While we are not alone in seeing the present wave of technological change as representing a significant investment opportunity, in a world of high interest rates, such long-duration assets can fall from favour with investors.
Indeed, last year’s share price woes show the impact higher inflation and interest rates can have on the valuations of technology companies.
Higher interest rates are a financial phenomenon, and this has prompted the view from some that tech companies owe much of their success over the past decade or so to low interest rates and that higher interest rates over the coming years will hamper them. Indeed, we think this is probably the consensus opinion here.
We believe this consensus is wrong and that the resultant negative sentiment currently prevailing on thech stocks only adds to the opportunity.
While we believe it is exceedingly difficult to predict the path of interest rates over the coming years — and we do not take a strong view on this — we very firmly believe that should higher rates be sustained, they will not affect the progress of good tech companies or our ability to achieve excellent returns investing in them.
Bottom lines
There are three reasons for this. First, tech stocks performed strongly in the 2010s, not because they were pumped up by low interest rates, but because companies delivered on the fundamentals.
During the decade, tech stocks as represented by the Nasdaq index returned 18 per cent a year. This is clearly an excellent rate of return and ahead of the still strong overall S&P 500 annualised return of 13.5 per cent, the MSCI World Index return of 10 per cent, and the FTSE All-Share return of 8 per cent.
How much of that annual 18 per cent was driven by tech companies’ fundamentals and how much by multiple expansion?

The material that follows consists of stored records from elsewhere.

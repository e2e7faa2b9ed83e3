//! States of an assembly, as statics and sampling ask for them.

use super::*;
use crate::assembly::service::{Service, State};

/// REFERENCE section "Trade": a sprayer of 120 kg dry, centred, 0.5 m high, with a box tank 0.8 m
/// wide, 0.5 m long and 0.8 m high whose bottom is 0.3 m high, holding 160 kg.
const SPRAYER: &str = r#"
[assembly]
unit = "m"
[material.brine]
density = "1000 kg/m3"
[[item]]
name = "frame"
mass = "120 kg"
at = [0, 0, 0.5]
[[tank]]
name = "tank"
mesh = "inside.obj"
liquid = "brine"
fill = "160 kg"
[[motion]]
of = "tank"
turn = { axis = "z", at = [1, 0, 0] }
to = "180 deg"
[[motion]]
of = "frame"
along = "y"
from = "1 cm"
to = "5 cm"
"#;

fn service(text: &str) -> Service {
    let mut bench = Bench::new().mesh(
        "inside.obj",
        vec![block("inside", [-0.25, -0.4, 0.3], [0.25, 0.4, 1.1])],
    );
    bench.put("it.toml", text);
    let loaded = bench.load("it.toml").unwrap();
    resolve(&loaded, &mut bench).unwrap().service.unwrap()
}

/// Gravity as it is felt on a slope that falls toward +y.
fn on_slope(state: &State, angle: f64) -> State {
    State {
        effective: Some(Vector3::new(0.0, angle.sin(), -angle.cos()) * 9.80665),
        ..state.clone()
    }
}

/// Where the line of action meets the ground, sideways.
fn foot(centre: &Vector3<f64>, angle: f64) -> f64 {
    centre.y + centre.z * angle.tan()
}

fn tips(outside: impl Fn(f64) -> bool) -> f64 {
    let (mut lo, mut hi) = (0.0, 1.2);
    while hi - lo > 1e-13 {
        let middle = (lo + hi) / 2.0;
        if outside(middle) {
            hi = middle;
        } else {
            lo = middle;
        }
    }
    lo.to_degrees()
}

/// It tips over wheels 0.45 m out at 36.97196065°; a surface frozen level says 41.98721250°.
#[test]
fn liquid_finds_its_level_on_every_slope() {
    let service = service(&SPRAYER.replace("from = \"1 cm\"", "from = 0"));
    let rest = service.rest(None).unwrap();
    let centre = |s: &State| service.at(s).unwrap().total.centre().unwrap();
    let angle = tips(|a| foot(&centre(&on_slope(&rest, a)), a) > 0.45);
    assert!((angle - 36.97196065).abs() < 1e-8, "{angle}");
    let frozen = centre(&rest);
    let angle = tips(|a| foot(&frozen, a) > 0.45);
    assert!((angle - 41.98721250).abs() < 1e-8, "{angle}");
}

#[test]
fn a_state_places_fills_and_moves() {
    let service = service(SPRAYER);
    let rest = service.rest(None).unwrap();
    assert_eq!(service.tanks()[0].path, "tank");
    near(rest.fills[0], 0.16);
    // What begins elsewhere than the file has it stands there at rest.
    assert_eq!(rest.motions, [0.0, 0.01]);
    let at_rest = service.at(&rest).unwrap();
    assert_eq!(service.path(at_rest.things[0].thing), "frame");
    near3(
        at_rest.things[0].moments.about.into(),
        [0.0, 0.01, 0.5],
        1.0,
    );
    let mut turned = rest.clone();
    turned.motions[0] = std::f64::consts::PI;
    turned.fills[0] = 0.08;
    let s = service.at(&turned).unwrap();
    near(s.total.zeroth, 200.0);
    let liquid = s.tanks[0].moments.centre().unwrap();
    near3(liquid.into(), [2.0, 0.0, 0.4], 1.0);
    near(s.tanks[0].level.unwrap(), 0.2);
    near3(
        s.tanks[0].surface.unwrap().centroid.into(),
        [2.0, 0.0, 0.5],
        1.0,
    );
    // Reported things are those of the snapshot.
    let (weighed, _) = service.weighed(&turned).unwrap();
    assert_eq!(weighed[1].moments, s.things[1].moments);
    near(weighed[1].volume.unwrap(), 0.08);
    // A surplus of liquid is no more than full, and less than nothing is nothing.
    turned.fills[0] = 9.0;
    near(service.at(&turned).unwrap().tanks[0].volume, 0.32);
    turned.fills[0] = -1.0;
    let s = service.at(&turned).unwrap();
    assert_eq!((s.tanks[0].volume, s.tanks[0].surface), (0.0, None));
    // Without anything that is up, a part filling has no place.
    let nowhere = State {
        effective: None,
        ..rest
    };
    assert!(service.at(&nowhere).is_err());
}
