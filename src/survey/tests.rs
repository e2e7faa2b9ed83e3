//! The survey as a library: rows on any number of threads, tables in every format, what is reused.

use std::path::{Path, PathBuf};
use std::sync::atomic::{AtomicU64, Ordering::SeqCst};

use super::*;

fn fixtures() -> Vec<(PathBuf, Option<Error>)> {
    let folder = Path::new(env!("CARGO_MANIFEST_DIR")).join("fixtures");
    let out = files(&[folder]).unwrap();
    assert!(out.len() > 50);
    out
}

fn go_on(_: &Progress) -> bool {
    true
}

fn of(files: &[(PathBuf, Option<Error>)], options: &Options) -> Vec<Row> {
    let none = Known::default();
    survey(files, options, &none, &|_| Ok(()), &go_on)
        .unwrap()
        .rows
}

#[test]
fn rows_are_the_same_on_any_number_of_threads_and_after_every_format() {
    let mut options = Options::default();
    options.substances.assign("*bracket*=PLA").unwrap();
    options.substances.rest = Some(crate::masses::Substance {
        name: None,
        density: crate::quantity::Quantity::exact(2700.0),
    });
    let rows = of(&fixtures(), &options);
    assert!(rows.iter().any(|r| r.error.is_some()) && rows.iter().any(|r| r.mass_kg.is_some()));
    for n in [1, 2, 5] {
        let pool = rayon::ThreadPoolBuilder::new()
            .num_threads(n)
            .build()
            .unwrap();
        assert_eq!(pool.install(|| of(&fixtures(), &options)), rows, "{n}");
    }
    let folder = tempfile::tempdir().unwrap();
    for name in ["t.parquet", "t.csv", "t.ndjson"] {
        let path = folder.path().join(name);
        write_table(&path, &rows).unwrap();
        assert_eq!(read_table(&path).unwrap(), rows, "{name}");
        write_table(&path, &[]).unwrap();
        assert_eq!(read_table(&path).unwrap(), [], "{name}");
        std::fs::write(&path, "nothing of the kind").unwrap();
        assert_eq!(read_table(&path).unwrap_err().kind, Kind::UnknownFormat);
    }
    assert_eq!(
        TableFormat::of(Path::new("a.txt")).unwrap_err().kind,
        Kind::Usage
    );
}

#[test]
fn unchanged_files_are_not_weighed_again_and_changed_ones_are() {
    let folder = tempfile::tempdir().unwrap();
    let at = |name: &str| folder.path().join(name);
    let cube =
        std::fs::read(Path::new(env!("CARGO_MANIFEST_DIR")).join("fixtures/cube.obj")).unwrap();
    for i in 0..5 {
        std::fs::write(at(&format!("{i}.obj")), &cube).unwrap();
    }
    let table = at("t.csv");
    let run = |options: &Options| {
        let found = files(&[folder.path().to_path_buf()]).unwrap();
        survey_to_table(&found, &table, options, &go_on).unwrap()
    };
    let first = run(&Options::default());
    assert_eq!((first.reused, first.rows.len()), (0, 5));
    assert!(!Journal::beside(&table).exists());
    let mut again = run(&Options::default());
    assert_eq!((again.reused, &again.rows), (5, &first.rows));
    // Another material weighs nothing anew, another unit all.
    let mut heavy = Options::default();
    heavy.substances.assign("*=steel S235").unwrap();
    again = run(&heavy);
    assert_eq!(again.reused, 5);
    assert!(again.rows.iter().all(|r| r.mass_kg.is_some()));
    assert_eq!(
        run(&Options {
            unit: Some(LengthUnit::In),
            ..Options::default()
        })
        .reused,
        0
    );
    assert_eq!(run(&Options::default()).reused, 0);
    std::fs::write(at("3.obj"), [&cube[..], b"\n# another\n"].concat()).unwrap();
    assert_eq!(run(&Options::default()).reused, 4);
}

#[test]
fn a_run_that_was_stopped_goes_on_where_it_was() {
    let folder = tempfile::tempdir().unwrap();
    let found = fixtures();
    let table = folder.path().join("t.ndjson");
    let options = Options::default();
    let left = AtomicU64::new(20);
    let stop = |_: &Progress| left.fetch_sub(1, SeqCst) > 1;
    let e = survey_to_table(&found, &table, &options, &stop).unwrap_err();
    assert_eq!(e.kind, Kind::Usage);
    assert!(!table.exists());
    // A last line that was cut off, and one of a body whose siblings are missing.
    let journal = Journal::beside(&table);
    let mut text = std::fs::read(&journal).unwrap();
    text.truncate(text.len() - 30);
    std::fs::write(&journal, text).unwrap();
    let rest = survey_to_table(&found, &table, &options, &go_on).unwrap();
    assert!((15..=20).contains(&rest.reused), "{}", rest.reused);
    assert_eq!(rest.rows, of(&found, &options));
    assert_eq!(read_table(&table).unwrap(), rest.rows);
    assert!(!journal.exists());
}

#[test]
fn rows_of_a_file_are_only_known_together() {
    let mut rows = of(&fixtures(), &Options::default());
    let many = rows.iter().position(|r| r.bodies > Some(1)).unwrap();
    let (path, hash) = (
        rows[many].path.clone().unwrap(),
        rows[many].sha256.clone().unwrap(),
    );
    let mut known = Known::default();
    known.take(rows.clone(), &Options::default());
    assert!(known.get(&path, &hash).is_some() && known.get(&path, "0").is_none());
    rows.remove(many);
    let mut known = Known::default();
    known.take(rows.clone(), &Options::default());
    assert!(known.get(&path, &hash).is_none());
    for row in &mut rows {
        row.program = Some("bismar 0.0.0".into());
    }
    let mut known = Known::default();
    known.take(rows, &Options::default());
    assert!(known.is_empty());
}

#[test]
fn a_file_past_the_budget_is_a_row_and_two_runs_keep_apart() {
    let options = Options {
        memory: (1 << 20) + 4000,
        ..Options::default()
    };
    let rows = of(&fixtures(), &options);
    let big = rows
        .iter()
        .filter(|r| r.error_kind.as_deref() == Some("too-large"));
    assert!(big.clone().count() > 3 && rows.iter().any(|r| r.volume_m3.is_some()));
    assert!(big.clone().all(|r| r.bytes > Some(1000)));
    let folder = tempfile::tempdir().unwrap();
    let table = folder.path().join("t.csv");
    let _held = Journal::open(&table).unwrap();
    assert_eq!(Journal::open(&table).unwrap_err().kind, Kind::CannotWrite);
}

#[test]
fn globs_folders_and_names_are_found_once_and_in_order() {
    let folder = tempfile::tempdir().unwrap();
    let at = folder.path();
    std::fs::create_dir_all(at.join("a/deep")).unwrap();
    for name in ["a/2.stl", "a/1.obj", "a/deep/3.STL", "a/notes.txt", "4.stl"] {
        std::fs::write(at.join(name), "").unwrap();
    }
    let find = |wheres: &[&str]| -> Vec<String> {
        let wheres: Vec<PathBuf> = wheres.iter().map(|w| at.join(w)).collect();
        let found = files(&wheres).unwrap();
        let name = |p: &Path| p.strip_prefix(at).unwrap().to_str().unwrap().to_owned();
        found.iter().map(|f| name(&f.0)).collect()
    };
    let all = ["4.stl", "a/1.obj", "a/2.stl", "a/deep/3.STL"];
    assert_eq!(find(&["."]).len(), 4);
    assert_eq!(find(&["a"]), all[1..]);
    assert_eq!(find(&["a/*.stl"]), ["a/2.stl"]);
    assert_eq!(
        find(&["**/*.{stl,STL}"]),
        ["4.stl", "a/2.stl", "a/deep/3.STL"]
    );
    assert_eq!(
        find(&["a/2.stl", "a", "a/notes.txt"]),
        ["a/2.stl", "a/1.obj", "a/deep/3.STL", "a/notes.txt"]
    );
    assert_eq!(find(&["none.stl"]), ["none.stl"]);
    assert_eq!(files(&[at.join("[")]).unwrap_err().kind, Kind::Usage);
}
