//! Any bytes as OBJ: an answer or an error; every index in range, every number finite.
#![no_main]

use bismar::format::obj;
use bismar::mesh::Triangles;
use libfuzzer_sys::fuzz_target;

fuzz_target!(|data: &[u8]| {
    let Ok(soup) = obj::parse(data) else { return };
    let Triangles::Indexed { vertices, corners } = &soup.triangles else {
        unreachable!("an OBJ has indices")
    };
    assert!(!corners.is_empty());
    assert!(corners.iter().flatten().all(|&i| (i as usize) < vertices.len()));
    assert!(vertices.iter().flatten().all(|x| x.is_finite()));
    assert_eq!(soup.runs.iter().map(|r| r.count).sum::<usize>(), corners.len());
    for w in &soup.warped {
        assert!(w.first + w.count <= corners.len() && w.line.is_some_and(|l| l > 0));
        assert!(w.volume_low <= 0.0 && w.volume_high >= 0.0 && w.deviation.is_finite());
    }
});
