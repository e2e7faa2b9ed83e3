//! Files weighed side by side, large ones first, within a budget of memory.

use std::cmp::Reverse;
use std::collections::BTreeSet;
use std::sync::{Condvar, Mutex, MutexGuard, PoisonError};

use crate::error::{Error, Kind, Result};

/// Memory that a file of `bytes` is reckoned to need while it is weighed: its bytes, its triangles,
/// what welds them. A reckoning with room to spare, not a measurement; the megabyte is for small
/// files.
pub(super) fn needs(bytes: u64) -> u64 {
    bytes.saturating_mul(4).saturating_add(1 << 20)
}

/// Files of at least this many bytes go one by one with all threads each: side by side they would
/// hold several times the memory and be done no sooner.
const ALONE: u64 = 64 << 20;

/// What is left to do.
struct Left {
    /// By need, then in order.
    queue: BTreeSet<(Reverse<u64>, usize)>,
    in_use: u64,
    stop: bool,
}

struct Shared {
    left: Mutex<Left>,
    changed: Condvar,
    budget: u64,
}

impl Shared {
    fn lock(&self) -> MutexGuard<'_, Left> {
        // A count stays right whoever has panicked while holding it.
        self.left.lock().unwrap_or_else(PoisonError::into_inner)
    }

    /// The largest file that there is room for; waits for room. `None` once nothing is left.
    fn next(&self) -> Option<(usize, u64)> {
        let mut left = self.lock();
        loop {
            if left.stop || left.queue.is_empty() {
                return None;
            }
            let room = self.budget.saturating_sub(left.in_use);
            let fits = left.queue.range((Reverse(room), 0)..).next().copied();
            // Alone, a file is taken whatever it needs: those past the budget are not in here.
            let chosen = fits.or_else(|| left.queue.first().copied().filter(|_| left.in_use == 0));
            if let Some(entry) = chosen {
                left.queue.remove(&entry);
                let (Reverse(need), file) = entry;
                left.in_use += need;
                return Some((file, need));
            }
            left = self
                .changed
                .wait(left)
                .unwrap_or_else(PoisonError::into_inner);
        }
    }

    fn give_back(&self, need: u64, go_on: bool) {
        let mut left = self.lock();
        left.in_use = left.in_use.saturating_sub(need);
        left.stop |= !go_on;
        self.changed.notify_all();
    }
}

/// Calls `work` once for each file of `(number, bytes)`, large ones first; it says whether to go
/// on. Returns whether all were done.
///
/// Each thread is a pool of its own: what works in parallel inside one small file would otherwise
/// wait for, and begin, other files while it holds its own.
///
/// # Errors
/// `too-large` where no thread can be had.
pub(super) fn run(
    files: &[(usize, u64)],
    budget: u64,
    work: &(dyn Fn(usize) -> bool + Sync),
) -> Result<bool> {
    let mut alone: Vec<(Reverse<u64>, usize)> = Vec::new();
    let mut queue = BTreeSet::new();
    for &(file, bytes) in files {
        let entry = (Reverse(needs(bytes)), file);
        if bytes >= ALONE {
            alone.push(entry);
        } else {
            queue.insert(entry);
        }
    }
    alone.sort();
    for (_, file) in alone {
        if !work(file) {
            return Ok(false);
        }
    }
    let threads = rayon::current_num_threads().min(queue.len());
    let shared = Shared {
        left: Mutex::new(Left {
            queue,
            in_use: 0,
            stop: false,
        }),
        changed: Condvar::new(),
        budget,
    };
    let failed = |e: &dyn std::fmt::Display| {
        Error::new(
            Kind::TooLarge,
            format!("cannot begin a thread: {e}"),
            "use fewer with --threads",
        )
    };
    let of_thread = || -> Result<()> {
        let pool = rayon::ThreadPoolBuilder::new()
            .num_threads(1)
            .use_current_thread()
            .build()
            .map_err(|e| failed(&e))?;
        pool.install(|| {
            while let Some((file, need)) = shared.next() {
                let go_on = work(file);
                shared.give_back(need, go_on);
            }
        });
        Ok(())
    };
    std::thread::scope(|scope| {
        let begin = |_| {
            let thread = std::thread::Builder::new().stack_size(8 << 20);
            thread
                .spawn_scoped(scope, of_thread)
                .map_err(|e| failed(&e))
        };
        let begun: Vec<_> = (0..threads).map(begin).collect();
        for thread in begun {
            match thread?.join() {
                Ok(done) => done?,
                Err(panic) => std::panic::resume_unwind(panic),
            }
        }
        Ok::<(), Error>(())
    })?;
    Ok(!shared.lock().stop)
}

#[cfg(test)]
mod tests {
    use super::*;
    use std::sync::atomic::{AtomicU64, Ordering::SeqCst};

    #[test]
    fn all_files_are_done_large_first_and_never_past_the_budget() {
        let sizes: Vec<(usize, u64)> = (0..300u64)
            .map(|i| (i as usize, (i * 7919) % 3000 * 1000))
            .collect();
        let budget = 20 << 20;
        let (now, most, done) = (AtomicU64::new(0), AtomicU64::new(0), Mutex::new(Vec::new()));
        let all = run(&sizes, budget, &|f| {
            let need = needs(sizes[f].1);
            most.fetch_max(now.fetch_add(need, SeqCst) + need, SeqCst);
            done.lock().unwrap().push(f);
            std::thread::yield_now();
            now.fetch_sub(need, SeqCst);
            true
        });
        assert!(all.unwrap());
        assert!(most.load(SeqCst) <= budget, "{most:?}");
        let mut done = done.into_inner().unwrap();
        // The first is among the largest.
        assert!(sizes[done[0]].1 > 2_900_000, "{}", sizes[done[0]].1);
        done.sort_unstable();
        assert_eq!(done, (0..300).collect::<Vec<_>>());
        let count = AtomicU64::new(0);
        let stopped = run(&sizes, budget, &|_| count.fetch_add(1, SeqCst) < 10);
        assert!(!stopped.unwrap() && count.load(SeqCst) < 100);
    }
}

The answer may surprise tech naysayers. A full 15.5 per cent of the 18 per cent (an 86 per cent share) was due to fundamentals. Breaking that down further, 14.2 per cent of this came from earnings per share growth a year and an average annual dividend yield of 1.3 per cent. Only 2.5 per cent a year was due to expansion of the price-earnings multiple.
Huge fundamental successes over the decade such as Apple (25 per cent average annual EPS growth) and Google (17 per cent average annual EPS growth) trip off the tongue, but there were many more in the ranks.
Further, the contribution from multiple expansion was arguably justified, with tech companies coming off the back of a decade in which they were loathed by investors following the tech bubble and subsequent bust around the turn of the century.
Today, the tech sector sits, as it did at the end of the past decade on the eve of Covid-19, at a 30 per cent premium to the market, having fallen to as low as zero per cent in 2012. We believe this is reasonable for a sector with significantly higher structural growth and lower leverage than the rest of the market.